**What the exercise asks:** In the records that follow, count the lines where the string "axis" appears, and give the count with nothing added.

Saved entries

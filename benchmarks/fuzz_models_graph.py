"""Structure-level model mutations on nodes, ops, attributes, subgraphs, names and metadata.

Each is ``(model, rng, ctx) -> ModelProto | bytes`` and edits the given copy in place (see fuzz_models.py).
"""
from __future__ import annotations

import numpy as np
import onnx
from fuzz_graph_tools import STANDARD_OPS, edges, patch_bytes, pick_node, rename_everywhere, set_attr
from onnx import TensorProto, helper, numpy_helper

# ---------------------------------------------------------------- nodes and edges


def node_drop(m, rng, ctx):
    node = pick_node(m, rng)
    m.graph.node.remove(node)
    return m


def node_duplicate(m, rng, ctx):
    node = pick_node(m, rng)
    copy = m.graph.node.add()
    copy.CopyFrom(node)
    if rng.random() < 0.5:
        copy.name = node.name + "_dup"  # same outputs, new name: two producers of one tensor
    return m


def node_rename_edge(m, rng, ctx):
    node = pick_node(m, rng)
    which = node.output if rng.random() < 0.5 or not node.input else node.input
    k = rng.randrange(len(which))
    which[k] = rng.choice(("dangling", which[k] + "_x", "", "pixels", "logits"))
    return m


def node_reverse_order(m, rng, ctx):
    nodes = list(m.graph.node)
    del m.graph.node[:]
    m.graph.node.extend(reversed(nodes) if rng.random() < 0.5 else rng.sample(nodes, len(nodes)))
    return m


def node_cycle(m, rng, ctx):
    nodes = [n for n in m.graph.node if n.input and n.output]
    i = rng.randrange(len(nodes))
    j = rng.randrange(i, len(nodes))
    nodes[i].input[0] = nodes[j].output[0]  # j == i: a node reading its own output
    return m


def op_wrong(m, rng, ctx):
    pick_node(m, rng).op_type = rng.choice(STANDARD_OPS)
    return m


def op_unknown(m, rng, ctx):
    pick_node(m, rng).op_type = rng.choice(("FuzzOp", "", "sigmoid", "Sigmoid ", "[red]Op[/]", "Ω" * 50))
    return m


def op_domain(m, rng, ctx):
    node = pick_node(m, rng)
    node.domain = rng.choice(("com.example", "ai.onnx.ml", "com.microsoft", "ai.onnx", "[/b]", "x" * 5000))
    if rng.random() < 0.5:
        m.opset_import.add(domain=node.domain, version=rng.choice((1, 0, -1, 999)))
    return m


def op_costly_variant(m, rng, ctx):
    """Turn an activation into a newer single op (Gelu/Mish/HardSwish/Elu/Selu...) the opset may not have."""
    node = pick_node(m, rng, ("Sigmoid", "Tanh", "Erf", "Softplus", "Relu"))
    if node is None:
        return m
    node.op_type = rng.choice(("Gelu", "Mish", "HardSwish", "HardSigmoid", "Elu", "Selu", "Celu", "Softsign",
                               "ThresholdedRelu", "LeakyRelu", "PRelu", "Swish"))
    return m


# ---------------------------------------------------------------- attributes


_BAD_VALUES = (0, -1, 1, 3, 2**31, 2**62, -(2**62), 1.5, float("nan"), float("inf"), -0.0, 1e38, "", "BOGUS",
               "SAME_UPPER", [0, 0], [-1, -1, -1, -1], [], [1], [2**40, 1], [0.5, 0.5])


def attr_bad(m, rng, ctx):
    node = pick_node(m, rng, ("Conv", "Gemm", "Flatten", "MaxPool", "BatchNormalization", "Constant", "Softplus",
                          "GlobalAveragePool"))
    if node is None:
        node = pick_node(m, rng)
    choice = rng.random()
    names = [a.name for a in node.attribute] or ["axis"]
    name = rng.choice(names + ["group", "strides", "pads", "dilations", "kernel_shape", "axis", "transB",
                               "alpha", "epsilon", "auto_pad", "fuzz_attr", ""])
    if choice < 0.7:
        value = rng.choice(_BAD_VALUES)
        if value == [] or value == "":
            value = rng.choice(([], "")) if name else 0
        try:
            set_attr(node, name, value)
        except (ValueError, TypeError):
            set_attr(node, name, 0)
    elif choice < 0.85 and node.attribute:  # duplicate one
        node.attribute.append(node.attribute[0])
    else:  # drop them all (Constant loses its value)
        del node.attribute[:]
    return m


def attr_wrong_type(m, rng, ctx):
    node = pick_node(m, rng, ("Conv", "Gemm", "Flatten", "MaxPool", "BatchNormalization", "Constant"))
    if node is None or not node.attribute:
        return attr_bad(m, rng, ctx)
    a = rng.choice(node.attribute)
    value = rng.choice((1.0, 7, "text", [1.0, 2.0], ["a", "b"], numpy_helper.from_array(np.ones(3, np.float32))))
    node.attribute.remove(a)
    node.attribute.append(helper.make_attribute(a.name, value))
    return m


# ---------------------------------------------------------------- subgraphs


def _site_node(m, rng):
    return pick_node(m, rng, ("Sigmoid", "Tanh", "Erf", "Softplus", "Relu")) or pick_node(m, rng)


def _branch(name, node, rng, variant):
    inner = onnx.NodeProto()
    inner.CopyFrom(node)
    inner.name = f"{name}_{node.name}"
    out = f"{name}_out"
    del inner.output[:]
    inner.output.append(out)
    if variant == "undefined":
        inner.input[0] = "undefined_outer"
    nodes = [] if variant == "empty" else [inner]
    return helper.make_graph(nodes, name, [], [helper.make_tensor_value_info(out, TensorProto.FLOAT, None)])


def subgraph_if(m, rng, ctx):
    node = _site_node(m, rng)
    variant = rng.choice(("ok", "ok", "empty", "undefined", "nested", "missing_else", "cond_input", "shadow"))
    then_b, else_b = _branch("then", node, rng, variant), _branch("else", node, rng, "ok")
    if variant == "nested":
        inner_if = helper.make_node("If", ["fuzz_cond"], ["then_out"], then_branch=_branch("t2", node, rng, "ok"),
                                    else_branch=_branch("e2", node, rng, "ok"), name="nested_if")
        then_b = helper.make_graph([inner_if], "then", [], [helper.make_tensor_value_info("then_out",
                                                                                          TensorProto.FLOAT, None)])
    if variant == "shadow":  # the branch re-defines a name of the outer graph
        then_b.node[0].output[0] = node.input[0]
        then_b.output[0].name = node.input[0]
    attrs = {"then_branch": then_b} if variant == "missing_else" else {"then_branch": then_b, "else_branch": else_b}
    cond = "pixels" if variant == "cond_input" else "fuzz_cond"
    wrapped = helper.make_node("If", [cond], list(node.output), name=f"if_{node.name}", **attrs)
    m.graph.initializer.append(numpy_helper.from_array(np.array(rng.random() < 0.5), "fuzz_cond"))
    idx = list(m.graph.node).index(node)
    m.graph.node.remove(node)
    m.graph.node.insert(idx, wrapped)
    return m


def subgraph_loop(m, rng, ctx):
    node = _site_node(m, rng)
    inner = onnx.NodeProto()
    inner.CopyFrom(node)
    inner.input[0] = "v_in"
    del inner.output[:]
    inner.output.append("v_out")
    body = helper.make_graph(
        [inner, helper.make_node("Identity", ["cond_in"], ["cond_out"])], "body",
        [helper.make_tensor_value_info("iter", TensorProto.INT64, []),
         helper.make_tensor_value_info("cond_in", TensorProto.BOOL, []),
         helper.make_tensor_value_info("v_in", TensorProto.FLOAT, None)],
        [helper.make_tensor_value_info("cond_out", TensorProto.BOOL, []),
         helper.make_tensor_value_info("v_out", TensorProto.FLOAT, None)])
    trips = rng.choice((1, 1, 0, 3, -1))
    m.graph.initializer.append(numpy_helper.from_array(np.array(trips, np.int64), "fuzz_trips"))
    m.graph.initializer.append(numpy_helper.from_array(np.array(True), "fuzz_true"))
    loop = helper.make_node("Loop", ["fuzz_trips", "fuzz_true", node.input[0]], [node.output[0]], body=body,
                            name=f"loop_{node.name}")
    idx = list(m.graph.node).index(node)
    m.graph.node.remove(node)
    m.graph.node.insert(idx, loop)
    return m


def local_function(m, rng, ctx):
    """Move one activation into a model-local function called from the graph."""
    node = _site_node(m, rng)
    inner = onnx.NodeProto()
    inner.CopyFrom(node)
    inner.input[0], inner.output[0] = "fx", "fy"
    fn = helper.make_function("local.fuzz", "Act", ["fx"], ["fy"], [inner],
                              [helper.make_opsetid("", 17)] if rng.random() < 0.7 else [])
    m.functions.append(fn)
    node.op_type, node.domain = "Act", "local.fuzz"
    del node.attribute[:]
    del node.input[1:]
    if rng.random() < 0.8:
        m.opset_import.add(domain="local.fuzz", version=1)
    return m


# ---------------------------------------------------------------- names, metadata, unusual layers


def names_duplicate(m, rng, ctx):
    a, b = rng.sample(list(m.graph.node), 2)
    b.name = a.name
    if rng.random() < 0.3:  # an initializer named like an edge
        rng.choice(list(m.graph.initializer)).name = rng.choice(edges(m))
    return m


def names_empty(m, rng, ctx):
    choice = rng.random()
    if choice < 0.4:
        for n in m.graph.node:
            n.name = ""
    else:
        old = rng.choice(edges(m))
        for n in m.graph.node:
            for seq in (n.input, n.output):
                for k, v in enumerate(seq):
                    if v == old:
                        seq[k] = ""
    return m


def names_weird(m, rng, ctx):
    style = rng.choice(("long", "markup", "newline", "unicode", "swapper", "slash", "space"))
    new = {"long": "n" * rng.choice((300, 10_000, 200_000)), "markup": rng.choice(("[red]x", "[/b]", "[bold]", "[/]")),
           "newline": "line1\nline2", "unicode": "\u202e\u0000?\U0001F600", "swapper": "swapper/s1/a",
           "slash": "../../etc/passwd", "space": " "}[style]
    if rng.random() < 0.5:
        node = pick_node(m, rng)
        node.name = new
    else:
        names = edges(m) + [t.name for t in m.graph.initializer] + [m.graph.input[0].name, m.graph.output[0].name]
        rename_everywhere(m, rng.choice(names), new)
    return m


def metadata(m, rng, ctx):
    style = rng.choice(("markup", "long", "verdict", "dup", "bytes", "doc"))
    if style == "markup":
        m.producer_name, m.doc_string, m.graph.name = "[/b]", "[red]x[/red", "[bold]g"
    elif style == "long":
        m.metadata_props.add(key="k" * 1000, value="v" * 1_000_000)
    elif style == "verdict":  # a key swapper writes itself
        m.metadata_props.add(key="swapper.verdict", value=rng.choice(("{}", "not json", "[/b]")))
    elif style == "dup":
        for _ in range(2):
            m.metadata_props.add(key="dup", value="x\ny")
    elif style == "bytes":  # invalid UTF-8 where protobuf promises a string
        m.metadata_props.add(key="bin", value="@@FUZZ@@")
        return patch_bytes(m.SerializeToString(), "@@FUZZ@@", b"\xff\xfe\x00\x80\xc3(\xa0\xa1")
    else:
        m.graph.doc_string = "\x00\x1b[31m" * 1000
        m.model_version = -1
    return m


def layer_params(m, rng, ctx):
    """Valid-looking but unusual layer settings: Gemm flags, BatchNorm stats, Conv geometry, missing bias."""
    node = pick_node(m, rng, ("Gemm", "BatchNormalization", "Conv"))
    if node.op_type == "Gemm":
        set_attr(node, rng.choice(("alpha", "beta")), rng.choice((0.0, -1.0, 1e-30, 1e30)))
        if rng.random() < 0.5 and len(node.input) == 3:
            del node.input[2]
    elif node.op_type == "BatchNormalization":
        var = next(t for t in m.graph.initializer if t.name == node.input[4])
        arr = numpy_helper.to_array(var).copy()
        arr[...] = rng.choice((0.0, -1.0, 1e30))
        var.CopyFrom(numpy_helper.from_array(arr, var.name))
        set_attr(node, "epsilon", rng.choice((0.0, 1e-5, 10.0)))
    else:
        if rng.random() < 0.5 and len(node.input) == 3:
            del node.input[2]
        else:
            set_attr(node, rng.choice(("pads", "strides", "dilations")), rng.choice(([0, 0, 0, 0], [2, 2],
                                                                                        [3, 3, 3, 3], [1, 1])))
    return m


def site_rewire(m, rng, ctx):
    """Activation sites in odd places: reading the graph input, feeding the output, read twice, on a constant."""
    node = pick_node(m, rng, ("Sigmoid", "Tanh", "Erf", "Softplus", "Mul"))
    style = rng.choice(("input", "output", "constant", "shared"))
    if node is None:
        return m
    if style == "input":
        node.input[0] = m.graph.input[0].name
    elif style == "output":
        m.graph.output.append(helper.make_tensor_value_info(node.output[0], TensorProto.FLOAT, None))
    elif style == "constant":
        node.input[0] = rng.choice(list(m.graph.initializer)).name
    else:
        extra = helper.make_node("Sigmoid", [node.input[0]], ["fuzz_shared"], name="fuzz_shared")
        m.graph.node.append(extra)
        m.graph.output.append(helper.make_tensor_value_info("fuzz_shared", TensorProto.FLOAT, None))
    return m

**Expected answer:** 2